Ally's no-fee robo takes a page from Schwab's playbook
Schwab has borne much criticism because its automated investing platform places a chunk of investor portfolios in cash.
That hasn’t stopped Ally Invest from copying Schwab’s playbook, though with a twist: It is now offering its robo advice service essentially for free, with the caveat that a minimum of 30% of the portfolio must be held as interest-earning cash. If investors don’t keep the minimum cash prerequisite, Ally charges a 30-basis-point fee.
“Investors are sitting on bucketloads of cash and if we can get them invested where they can still feel comfortable with a portion in a savings account, then we’ve brought them closer to their goals,” says Lule Demmissie, president of Ally Invest.
Additionally, Ally Invest also launched 90 days of commission-free, self-directed trading and now offer over 500 commission-free ETFs, according to a release.
The move follows the trend of digital-first firms borrowing from incumbents and putting a spin on traditional industry offerings in a play to add new clients and cross-sell them into different products.

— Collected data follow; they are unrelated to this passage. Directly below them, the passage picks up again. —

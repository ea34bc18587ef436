"""Physics-informed trajectory network with a fixed hidden layer, solved by least squares.

The network stage (:mod:`compartments.estimate.pinn`) represents every state of the
template on each piece of the time axis as the output of a one-hidden-layer network
whose hidden layer is fixed: Chebyshev polynomials ``T_0 … T_{M-1}`` of a warped, scaled
time. Only the output weights ``W`` are learned. For given parameters ``θ`` the loss

    ‖data misfit through the observables / error-model scale‖²
    + λ² ‖ODE residual dx/dt − f(x, θ) − inputs at collocation nodes‖²
    + w_c² ‖initial conditions, bolus jumps, continuity between pieces‖²
    + μ ‖W‖²

is minimised over ``W`` in closed form (one linear least-squares solve when the
right-hand side and the observables are linear in the states, a few damped Gauss–Newton
steps otherwise). The parameters are then found by an outer search on the *profiled*
loss (the variable-projection idea of Golub & Pereyra 1973, SIAM J. Numer. Anal.
10:413; for ODEs, the generalized-profiling estimator of Ramsay, Hooker, Campbell & Cao
2007, J. R. Stat. Soc. B 69:741). Because the trajectory is fitted to the data and the
physics at once, this loss is much smoother in ``θ`` than the misfit of the exact
solution ("shooting"), which is what makes a start-free search work.

Devices (see the measurements in :mod:`compartments.estimate.pinn`):

* **Pieces.** Time is cut at every dose event (bolus, start/end of an infusion, after any
  lag); an interval holding more than ``samples_per_piece`` observations is cut further.
  A bolus is a jump in the continuity condition at the start of its piece; a zero-order
  infusion is a constant input over its pieces. A sample taken at a dose time sees the
  state before the dose, as in the simulator.
* **Warped time.** After a dose event, time runs on the log clock
  ``τ = log(1 + u/c) / log(1 + L/c)`` (``u`` the time since the event, ``L`` the interval,
  ``c`` half the first sampling time): every exponential phase becomes a transition of
  about the same width in τ, and the collocation nodes are densest right after the dose.
  Intervals not started by a dose (populations from t = 0) use a linear clock.
* **Scaled states.** Amount states are divided by a common scale ``S`` (total dose,
  largest observation, largest initial amount). States that start positive, receive no
  dose and are non-negative (populations) are represented through their logarithm (an
  ``exp`` output: positive by construction, and oscillating populations become smooth).
  Amount states (doses arrive in them, or they start at zero) stay linear in the output
  weights, so they are not positive by construction: an ``exp`` or softplus output would
  turn every inner solve of a linear model from one least-squares solve into an iterative
  one. The physics and data rows keep them near zero from below: at the stage's returned
  point the lowest value along the trajectory was within 0.02 % of the peak on the regular
  problem sets and reached −10 % of the peak in 3 of 60 hard problems
  (``benchmarks/pinn_design.py --positivity``); the likelihood stage that follows works on
  the exact solution, which is positive.
* **Residuals in data units.** The ODE residual of an amount state is multiplied by the
  gain from the states to the data, ``γ(θ) = S·sqrt(Σ_o Σ_i (∂g_o/∂x_i)² / ymax_o²)``
  (``S/V`` for a concentration), and, under a relative error model, divided by an
  envelope of the data (observations normalised to their maximum, interpolated
  log-linearly in time). Without this a small volume or the low late concentrations
  would let the trajectory bend the physics at no cost while fitting the data.
* **Exact-gradient outer search.** The outer Jacobian of the profiled residuals is the
  projected partial Jacobian ``(I − J_W (J_WᵀJ_W)⁻¹ J_Wᵀ) ∂r/∂θ`` (Kaufman 1975, BIT
  15:49), so the outer least-squares solver needs one inner solve per iterate.
"""

from __future__ import annotations

import weakref
from collections.abc import Callable, Sequence
from dataclasses import dataclass

import numpy as np
from numpy.polynomial import chebyshev as cheb
from numpy.typing import NDArray
from scipy.linalg import LinAlgError, cho_factor, cho_solve

from ..dosing import Dose
from ..model import Model
from .problem import Problem, SubjectData

Array = NDArray[np.float64]


@dataclass(frozen=True)
class Settings:
    """Numerical settings of the collocation network.

    Attributes
    ----------
    features : int
        Hidden units (Chebyshev polynomials, constant included) per piece and state.
    nodes : int
        Collocation nodes per piece.
    physics_weight : float
        λ: weight of the ODE residual relative to the data misfit.
    continuity_weight : float
        Weight of initial-condition, jump and continuity rows.
    ridge : float
        μ: Tikhonov penalty on the output weights (keeps the solve well posed).
    samples_per_piece : int
        An interval between dose events holding more observations than this is split
        into pieces.
    inner_iterations : int
        Gauss–Newton steps on the output weights for nonlinear models.
    """

    features: int = 16
    nodes: int = 24
    physics_weight: float = 3.0
    continuity_weight: float = 30.0
    ridge: float = 1e-8
    samples_per_piece: int = 10
    inner_iterations: int = 12


def _chebyshev_features(s: Array, m: int) -> tuple[Array, Array]:
    """Features ``T_j(s) − T_j(−1)`` (``j ≥ 1``) and 1, and their s-derivatives."""
    V = cheb.chebvander(s, m - 1)
    D = np.zeros_like(V)
    eye = np.eye(m)
    for j in range(1, m):
        D[:, j] = cheb.chebval(s, cheb.chebder(eye[j]))
    left = cheb.chebvander(np.array([-1.0]), m - 1)[0]
    V[:, 1:] -= left[1:]
    return V, D


def choose_warp(offsets: Array, length: float, after_event: bool) -> float:
    """Warp constant ``c`` (h) of an interval.

    After a dose event the solution is a sum of exponential phases, fast ones first, and
    sampling designs follow them: a log clock with ``c`` half the first sampling time
    (kept within 0.1 %–10 % of the interval) gives every phase the same width in τ.
    Without an event at its start (populations from t = 0) the clock is linear.

    Parameters
    ----------
    offsets : array, h
        Sample times after the start of the interval.
    length : float, h
        Interval length.
    after_event : bool
        Whether a dose event starts the interval.

    Returns
    -------
    float
        ``c``; ``inf`` means a linear clock.
    """
    if not after_event:
        return np.inf
    pos = offsets[(offsets > 0) & (offsets <= length)]
    first = float(pos.min()) if pos.size else 0.1 * length
    return float(np.clip(0.5 * first, 1e-3 * length, 0.1 * length))


def _warp(u: Array, length: float, c: float) -> Array:
    """τ(u) in [0, 1]."""
    if not np.isfinite(c):
        return u / length
    return np.log1p(u / c) / np.log1p(length / c)


def _unwarp(tau: Array, length: float, c: float) -> tuple[Array, Array]:
    """u(τ) and du/dτ."""
    if not np.isfinite(c):
        return tau * length, np.full_like(tau, length)
    lg = np.log1p(length / c)
    u = c * np.expm1(tau * lg)
    return u, (c + u) * lg


@dataclass(frozen=True)
class _Event:
    time: float
    state: int
    amount: float  # bolus amount before bioavailability
    rate: float  # change of infusion rate before bioavailability
    route: str


@dataclass
class Layout:
    """Pieces of the time axis and the fixed features evaluated on them."""

    starts: Array  # (P,)
    stops: Array  # (P,)
    dtds: Array  # (P, K): dt/ds at the nodes of each piece
    piece_of_row: NDArray[np.int64]  # (nd,) piece of each data row, -1: before any piece
    Pd: Array  # (nd, M) features at each data row (zeros for rows before any piece)
    events_at: list[list[_Event]]  # events applied at each piece start
    active: list[list[_Event]]  # events whose rate is in force during each piece
    node_weight: Array  # (P, K): 1/envelope at the nodes (amount states)
    start_weight: Array  # (P,): 1/envelope at each piece start

    @property
    def n_pieces(self) -> int:
        return int(self.starts.size)


class Collocation:
    """The profiled physics-informed loss of one problem.

    Parameters
    ----------
    problem : Problem
        One subject or several pooled (one trajectory set per subject).
    settings : Settings

    Notes
    -----
    Pooled problems are handled subject by subject, each with its own output weights and
    the shared parameters; the residual vectors are stacked.
    """

    def __init__(self, problem: Problem, settings: Settings = Settings()):
        self.problem = problem
        self.model: Model = problem.model
        self.settings = settings
        m = self.model
        self.n = m.n_states
        self.M = int(settings.features)
        self.K = int(settings.nodes)
        # collocation nodes (Chebyshev–Gauss) and the shared features on [-1, 1]
        s_nodes = -np.cos(np.pi * (np.arange(self.K) + 0.5) / self.K)
        self.Pc, self.dPc = _chebyshev_features(s_nodes, self.M)
        self.s_nodes = s_nodes
        self.Pend = _chebyshev_features(np.array([1.0]), self.M)[0][0]
        self.free = np.asarray(problem.free, dtype=np.int64)
        self.log_mask = problem.log_mask
        self.dose_states = {r.state_index for r in m.routes.values()}
        self.gains = _gains(m)
        self.obs_linear = self.gains.linear
        self.linear = bool(m.is_linear and self.obs_linear)
        self.subjects = [_Subject(self, d) for d in problem.data]

    # -- one evaluation --------------------------------------------------------------
    def profile(self, phi: Array, warm: Sequence[Array] | None = None, *, jacobian: bool = False,
                weight: float | None = None) -> tuple[float, Array, Array | None, list[Array]]:
        """Minimise over the output weights at ``phi``.

        Returns
        -------
        cost : float
            Profiled loss (sum of squared residuals).
        r : array
            Residuals at the inner optimum.
        J : array or None
            Jacobian of ``r`` along the profile with respect to ``phi`` (if requested).
        z : list of arrays
            Output weights per subject (to warm-start the next evaluation).

        Other Parameters
        ----------------
        weight : float, optional
            Physics weight λ for this evaluation (default: the settings').
        """
        lam = self.settings.physics_weight if weight is None else float(weight)
        theta = self.problem.full_theta(np.asarray(phi, dtype=float))
        dtheta = np.where(self.log_mask, theta[self.free], 1.0)
        rs, Js, zs = [], [], []
        for k, sub in enumerate(self.subjects):
            z0 = None if warm is None else warm[k]
            r, Jphi, z = sub.solve(theta, z0, jacobian, lam)
            rs.append(r)
            zs.append(z)
            if jacobian:
                assert Jphi is not None
                Js.append(Jphi[:, self.free] * dtheta)
        r = np.concatenate(rs)
        J = np.concatenate(Js) if jacobian else None
        return float(r @ r), r, J, zs


@dataclass(frozen=True)
class _Gains:
    """Squared state-to-observable gains ``h_o(θ) = Σ_i (∂g_o/∂x_i)²`` and their gradients.

    Only built when every observable is affine in the states (then the gains do not
    depend on the states).
    """

    linear: bool
    h: Callable[..., Array] | None = None  # θ -> (m, 1)
    dh: Callable[..., Array] | None = None  # θ -> (m, p)


_GAINS: weakref.WeakKeyDictionary[Model, _Gains] = weakref.WeakKeyDictionary()


def _gains(model: Model) -> _Gains:
    """Compile (once per model) whether the observables are affine and their gains."""
    found = _GAINS.get(model)
    if found is not None:
        return found
    import sympy as sp

    xs = {n: sp.Symbol(n, real=True) for n in model.state_names}
    ps = [sp.Symbol(n, real=True) for n in model.parameter_names]
    by_name = {**xs, **{q.name: q for q in ps}}
    rows = []
    linear = True
    for o in model.template.observables:
        e = o.expression
        e = e.xreplace({q: by_name[q.name] for q in e.free_symbols if q.name in by_name})
        grads = [sp.diff(e, x) for x in xs.values()]
        if any(g.free_symbols & set(xs.values()) for g in grads):
            linear = False
            break
        rows.append(sum((g**2 for g in grads), sp.Integer(0)))
    if not linear:
        out = _Gains(False)
    else:
        h = sp.lambdify(ps, [[r] for r in rows], modules="numpy")
        dh = sp.lambdify(ps, [[sp.diff(r, q) for q in ps] for r in rows], modules="numpy")
        n_obs, n_par = len(rows), len(ps)
        out = _Gains(
            True,
            lambda *t: np.array(h(*t), dtype=float).reshape(n_obs, 1),
            lambda *t: np.array(dh(*t), dtype=float).reshape(n_obs, n_par),
        )
    _GAINS[model] = out
    return out
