@data_check(
    "pattern-response",
    severity="warning",
    stage="quality",
    summary="A grid answered in a repeating cycle, such as 1-2-3-4-1-2-3-4 or a see-saw 1-5-1-5.",
    what="Grids whose answered rows repeat a cycle of 2 to `[quality.careless] pattern_max_period` answers "
    "(default 5; not all the same, which is `straightline`) over at least `pattern_min_length` rows "
    "(default 6) and at least two full cycles. Thresholds: common practice, no source.",
    why="Drawing a pattern through a grid is inattentive responding that a standard-deviation test misses.",
    bad="1, 5, 1, 5, 1, 5",
    good="1, 5, 2, 4, 4, 5",
)
def pattern_response(ctx: DataContext) -> Iterator[Hits]:
    for grid in ctx.q.grids:
        values, flags = _grid(ctx, grid)
        rows = np.flatnonzero(flags.period > 0)
        if rows.size:
            messages = []
            for r in rows.tolist():
                cycle, length = cycle_text(values[r], int(flags.period[r]))
                messages.append(f"grid {grid}: answers repeat the cycle {cycle} over {length} rows")
            yield Hits(rows=rows, message=messages, item=grid)


def duration_column(ctx: DataContext) -> str:
    """The configured duration column; a mapping's `duration` key names it when the
    configuration keeps the default."""
    column = _config(ctx).speed.duration_column
    mapped = getattr(ctx.mapping, "duration", None)
    return mapped if column == "duration" and isinstance(mapped, str) and mapped else column
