def exact_groups(codes: np.ndarray, min_answered: int) -> list[np.ndarray]:
    """Groups (two or more rows, ascending) with identical answer vectors, the blanks in
    the same places, among rows with at least `min_answered` answers: one hash per row,
    then an exact check inside each group."""
    rows = np.flatnonzero((codes != 0).sum(axis=1) >= max(1, min_answered))
    out: list[np.ndarray] = []
    for group in groups_of(hash_rows(codes)[rows], rows):  # no copy of the rows
        same = (codes[group] == codes[group[0]]).all(axis=1)
        if same.all():
            out.append(group)
            continue
        # A hash collision (practically never): split the group exactly.
        _, inverse = np.unique(codes[group], axis=0, return_inverse=True)
        for k in np.unique(inverse.ravel()):
            part = group[inverse.ravel() == k]
            if part.size > 1:
                out.append(part)
    out.sort(key=lambda g: int(g[0]))
    return out
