/* bench_cache: what the content cache buys. 100,000 sphere genomes are
 * evaluated once on the embedded local pool (with a durable store in a
 * temporary folder); then the same batch is resubmitted under a new run id,
 * answered entirely from the cache; then once more with no-cache, so every
 * genome is simulated again. Prints 'name: value unit' lines: results per
 * second from the cache, evaluations per second with no-cache, and the
 * ratio. sphere costs nanoseconds, so the no-cache figure is fitfarm's own
 * dispatch throughput: the ratio is the smallest the cache ever buys; for a
 * simulation of a second it is that many thousand times larger. Usage:
 *     build/tests/bench/bench_cache [--count N] [--slots N] */
#include <stdio.h>
#include <stdlib.h>
#include <string.h>
#include <time.h>
#include <unistd.h>

#include "client/include/fitfarm.h"

static double s_now(void)
{
    struct timespec ts;
    clock_gettime(CLOCK_MONOTONIC, &ts);
    return (double)ts.tv_sec + (double)ts.tv_nsec * 1e-9;
}

/* Evaluates count sphere genomes under run_id; returns results per second
 * and the number answered from the cache, or -1. */
static double s_pass(fitfarm_client_t *client, const char *run_id, int no_cache, long count,
                     long *n_cached)
{
    fitfarm_run_options_t ro = FITFARM_RUN_OPTIONS_INIT;
    ro.run_id = run_id;
    ro.seed = 1;
    ro.no_cache = no_cache;
    fitfarm_run_t *run = NULL;
    fitfarm_batch_t *batch = NULL;
    double rate = -1;
    *n_cached = 0;
    if (fitfarm_run_open(client, &ro, &run) != 0 ||
        fitfarm_batch_new("sphere", NULL, 1, &batch) != 0)
        goto cleanup;
    double g[8];
    for (long i = 0; i < count; i++) {
        for (int d = 0; d < 8; d++)
            g[d] = (double)i * 1e-3 + d;
        if (fitfarm_batch_add_f64(batch, g, 8) < 0)
            goto cleanup;
    }
    double t0 = s_now();
    if (fitfarm_evaluate(run, batch, NULL, NULL, 900000) != 0) {
        fprintf(stderr, "bench_cache: %s\n", fitfarm_client_error(client));
        goto cleanup;
    }
    double dt = s_now() - t0;
    for (long i = 0; i < count; i++) {
        fitfarm_result_t r = FITFARM_RESULT_INIT;
        if (fitfarm_batch_result(batch, (size_t)i, 0, &r) == 0 && r.cached)
            (*n_cached)++;
    }
    rate = (double)count / dt;
cleanup:
    fitfarm_batch_destroy(&batch);
    fitfarm_run_destroy(&run);
    return rate;
}

int main(int argc, char **argv)
{
    long count = 100000, slots = 2;
    for (int i = 1; i + 1 < argc; i += 2) {
        if (strcmp(argv[i], "--count") == 0)
            count = atol(argv[i + 1]);
        else if (strcmp(argv[i], "--slots") == 0)
            slots = atol(argv[i + 1]);
    }
    char store[] = "/tmp/fitfarm-bench-cache-XXXXXX";
    if (!mkdtemp(store))
        return 1;
    const char *build = getenv("FITFARM_BUILD_DIR");
    char dir[4096];
    snprintf(dir, sizeof dir, "%s/plugins", build ? build : ".");
    fitfarm_options_t opts = FITFARM_OPTIONS_INIT;
    opts.slots = (unsigned)slots;
    opts.plugin_dir = build ? dir : NULL;
    opts.store_dir = store;
    fitfarm_client_t *client = NULL;
    char err[1200];
    int rc = 1;
    if (fitfarm_client_new(&opts, &client, err, sizeof err) != 0) {
        fprintf(stderr, "bench_cache: %s\n", err);
        goto cleanup;
    }
    long cached_first, cached_again, cached_nocache;
    double first = s_pass(client, "bench-first", 0, count, &cached_first);
    double again = s_pass(client, "bench-again", 0, count, &cached_again);
    double nocache = s_pass(client, "bench-nocache", 1, count, &cached_nocache);
    if (first < 0 || again < 0 || nocache < 0)
        goto cleanup;
    printf("genomes: %ld count\n", count);
    printf("first_pass_evals_per_s: %.0f results/s\n", first);
    printf("from_cache_results_per_s: %.0f results/s\n", again);
    printf("from_cache_answered: %ld count\n", cached_again);
    printf("no_cache_evals_per_s: %.0f evaluations/s\n", nocache);
    printf("no_cache_answered_from_cache: %ld count\n", cached_nocache);
    printf("ratio: %.2f x\n", again / nocache);
    rc = cached_again == count && cached_nocache == 0 ? 0 : 1;
cleanup:
    fitfarm_client_destroy(&client);
    char cmd[256];
    snprintf(cmd, sizeof cmd, "rm -rf '%s'", store);
    if (system(cmd) != 0)
        rc = 1;
    return rc;
}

In recent months, nearly all independent digital advice firms have added checking and savings account options to their wealth management offerings. That strategy has combined with some firms offering “freemium” services in the hope of upselling clients onto premium services.
For instance, Wealthfront made its planning offering for free in December, effectively unbundling its software and allowing prospective clients to create financial plans. Personal Capital has for years offered a free planning tool, with the same goal of developing its client acquisition flow. Both digital advice firms unveiled checking and savings accounts this year.
“Ally, like other digital advice providers, is trying to solve the customer acquisition puzzle and are using free features to attract new investors,” says David Truesdell, a financial analyst at digital wealth consultancy firm Backend Benchmarking.
The firm's managed portfolios have around 8,400 clients and $126 million in client assets, according to a recent Aite Group report. The online bank acquired the trading platform TradeKing for almost $300 million in 2016 and has eyed a larger move into the wealth management space, according to Demmissie.
Ally Invest customers who agree to the terms, the cash sits in a high-interest savings product at 1.9% and is meant to balance out potential risk should market conditions change, according to the firm’s website. Ally will rebalance the portfolio, but will not allow investors to drop below the 30% cash threshold.
“It is an interesting way to bring attention to the offering,” says Joel Bruckenstein, co-founder of the wealth management technology conference T3. “For conservative investors or those staring out who prefer to keep cash anyway, it may be enticing if the cash balances pay highly competitive rates.”
The strategy mirrors a tactic Schwab utilized when it launched Intelligent Portfolios, which offered no advisory fees but required clients to leave a sizable portion of investable assets in cash. In March, the firm switched clients to subscription fees, charging $300 for a financial plan and $30 a month as an ongoing fee. (According to its ADV, client portfolios still keep roughly 6% to 30% of holdings in cash.)
Since introducing a flat-fee model, the Intelligent Portfolios Premium service witnessed a 37% boost in new-to-Schwab household enrollments in just over three months, according to a statement. The average household assets jumped 40% over the same time period.
Interest-earning assets are profitable for incumbents. For example, Schwab earned an average yield rate of 2.42% on cash and cash equivalents in the first quarter of this year, according to the company’s earnings statement.
According to McKinsey, the subscription e-commerce market has grown by more than 100% per year over the past five years, subscribers are most likely to be 25 to 44 years old and have incomes from $50,000 to $100,000.
While clients may disagree with holding such a high minimum in cash, competitive interest rates could certainly benefit investors, says Bruckenstein. The
caveat is that the rest of the automated offering — including any additional fees on investments — would have to be on par with the rest of the digital advice industry, he says.
“If the robo or the interest rate are not highly competitive, it is a non-starter,” Bruckenstein says.
Some investors simply may not need to keep almost a third of their investable assets in cash, especially younger investors with longer time horizons who can generally take on more aggressive investments.
“Initially, I’m not impressed with the Ally offering,” says Bill Winterberg, founder of wealthtech blog FPPad.com, adding that some investors may be turned off by the minimum. “Forcing such clients to have 30% in cash can lead to long term underperformance and failure to meet long-term investment goals”
“Ally Invest may get hammered for the 30% cash business but it’s a really savvy move,” says Will Trout, senior analyst at Celent. “The freemium angle is actually the cousin of the subscription model that is making waves in the industry in that clients know exactly what they will pay … in this case, zero.”